Fig. 5: Identification of DEGs and screening of genes-based GO, KEGG and GSEA analysis between CD57+CD8+ T cells and CD57-CD8+ T cells in patients with NSCLC.

a Volcano plot showing the 475 DEGs between CD57+CD8+ T cells and CD57−CD8+ T cells, including 133 upregulated genes and 342 downregulated genes. Red and blue colors represent upregulated and downregulated genes, respectively. b Clustering analysis of DEGs and samples. The color scale bar for heat intensity indicates Log2(Fold Change). Columns, samples; rows, DEGs. The samples were grouped into two distinct clusters: CD57+CD8+ T cell cluster and CD57-CD8+ T cell cluster. c GO analysis of DEGs.

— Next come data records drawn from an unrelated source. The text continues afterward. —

describe('report', () => {
  test('PDF: a real PDF of several pages', async () => {
    const mgr = await t.signIn('manager');
    const res = await mgr
      .get(`/api/qualifications/${qual.id}/report.pdf`)
      .buffer(true)
      .parse((r, cb) => {
        const chunks: Buffer[] = [];
        r.on('data', (c: Buffer) => chunks.push(c));
        r.on('end', () => cb(null, Buffer.concat(chunks)));
      });
    expect(res.status).toBe(200);
    expect(res.headers['content-type']).toBe('application/pdf');
    const pdf: Buffer = res.body;
    expect(pdf.subarray(0, 5).toString()).toBe('%PDF-');
    expect(pdf.length).toBeGreaterThan(5000);
    const pages = pdf.toString('latin1').match(/\/Type \/Page\b/g) ?? [];
    expect(pages.length).toBeGreaterThanOrEqual(2);
  });

  test("the PDF's cell table states each cell's sample, failures and verdict as the lot views, and its runs as the run views", async () => {
    const mgr = await t.signIn('manager');
    const d: QualificationDetail = (await mgr.get(`/api/qualifications/${qual.id}`)).body;
    const res = await mgr
      .get(`/api/qualifications/${qual.id}/report.pdf`)
      .buffer(true)
      .parse((r, cb) => {
        const chunks: Buffer[] = [];
        r.on('data', (c: Buffer) => chunks.push(c));
        r.on('end', () => cb(null, Buffer.concat(chunks)));
      });
    expect(res.status).toBe(200);
    const flat = pdfText(res.body as Buffer).replace(/\s+/g, ' ');
    const verdictWord: Record<string, string> = { passed: 'Passed', failed: 'Failed', 'in-progress': 'In progress' };
    const stateWord: Record<string, string> = { passed: 'Passed', failed: 'Failed', 'under-stress': 'Under stress' };
    let compared = 0;
    for (const c of cellsOf(d, 'htrb')) {
      const view: LotDetail = (await mgr.get(`/api/analytics/lots/${c.lotId}`)).body;
      const p = view.plans.find((x) => x.kind === 'htrb')!;
      // "planned (c accept), booked, judged, failed" then "state / verdict", as the cell table prints them.
      const row = `${c.plannedSample} (c ${c.acceptNumber}), ${p.sample.booked}, ${p.sample.judged}, ${p.sample.failures} ${stateWord[c.state]} / ${verdictWord[p.verdict]}`;
      expect(flat).toContain(row);
      for (const r of c.runs) {
        const run = (await mgr.get(`/api/runs/${r.id}`)).body;
        expect(flat).toContain(`${run.code} (${run.rig.code}, ${run.state}, ${run.stressHours} h)`);
        compared++;
      }
    }
    expect(compared).toBe(3);
    // Drift charts per cell: each HTRB cell's judged run, this lot's devices.
    for (const run of ['R-QA', 'R-QB', 'R-QC'])
      expect(flat).toContain(`High-temperature reverse bias (HTRB): hFE change from time zero (run ${run})`);
  });

  test("the CSV's numbers per cell match the lot views (sample, failures, FIT, verdict)", async () => {
    const mgr = await t.signIn('manager');
    const res = await mgr.get(`/api/qualifications/${qual.id}/report.csv`);
    expect(res.status).toBe(200);
    expect(res.headers['content-type']).toMatch(/^text\/csv/);
    const rows: string[][] = parse(res.text, { relax_column_count: true });
    const header = rows.findIndex((r) => r[0] === 'Group' && r[1] === 'Lot');
    expect(header).toBeGreaterThan(0);
    const col = (name: string) => rows[header].indexOf(name);
    const htrbRows = rows.slice(header + 1).filter((r) => r[0] === 'High-temperature reverse bias (HTRB)');
    expect(htrbRows.map((r) => r[1])).toEqual(['HG9801-A', 'HG9801-B', 'HG9801-C']);
    let compared = 0;
    for (const r of htrbRows) {
      const view: LotDetail = (await mgr.get(`/api/analytics/lots/${ids[r[1]]}`)).body;
      const p = view.plans.find((x) => x.kind === 'htrb')!;
      expect(Number(r[col('Booked')])).toBe(p.sample.booked);
      expect(Number(r[col('Judged')])).toBe(p.sample.judged);
      expect(Number(r[col('Failures')])).toBe(p.sample.failures);
      expect(r[col('Verdict')]).toBe(
        { passed: 'Passed', failed: 'Failed', 'in-progress': 'In progress' }[p.verdict as string] ?? p.verdict,
      );
      if (p.fit) {
        expect(Number(r[col('FIT 60 %')])).toBeCloseTo(p.fit.fit60, 4);
        expect(Number(r[col('FIT 90 %')])).toBeCloseTo(p.fit.fit90, 4);
        compared++;
      }
    }
    expect(compared).toBeGreaterThanOrEqual(2);
    expect(res.text).toMatch(/Waiver,Solderability,HG9801-A/);
    // Withdrawn records stay on the report with who withdrew them and why.
    const withdrawn = rows.filter((r) => r[0] === 'Withdrawn');
    expect(withdrawn.map((r) => r.slice(0, 4))).toEqual([
      ['Withdrawn', 'outside result', 'ESD, human body model', 'HG9801-A'],
      ['Withdrawn', 'waiver', 'Physical dimensions', 'HG9801-A'],
      ['Withdrawn', 'waiver', 'Solderability', 'HG9801-A'],
    ]);
    expect(withdrawn[2][4]).toMatch(/^Same lead frame/);
    expect(withdrawn[2].slice(5, 8)).toEqual([
      'Test engineer',
      'The customer did not accept the similarity argument; solderability is to be tested on this lot.',
      'Test engineer',
    ]);
    expect(withdrawn[0][4]).toBe('pass - Harrowgate ESD bench, tested 2026-11-02 10:00 UTC, document HPD-ESD-0412');
    expect(res.text).toMatch(/\r\nHG9801-A,R-QA,OV-97,qualification test oven,/);
  });
});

The most enriched 30 GO terms in biological process, cellular component, and molecular function. The y axis represents GO terms and the x axis represents the value of -log10 (p-value). d KEGG enrichment analysis of DEGs. The x axis represents enrichment score and the y axis represents pathway. Size and color of the bubble represent the amount of DEGs enriched in pathway and enrichment significance, respectively. e Representative GSEA results showing enrichment of the immune-associated pathways in CD57+CD8+ T cells. DEGs differentially expressed genes, GO Gene Ontology, KEGG Kyoto Encyclopedia of Genes and Genomes, GSEA Gene Set Enrichment Analysis, NSCLC non-small cell lung cancer.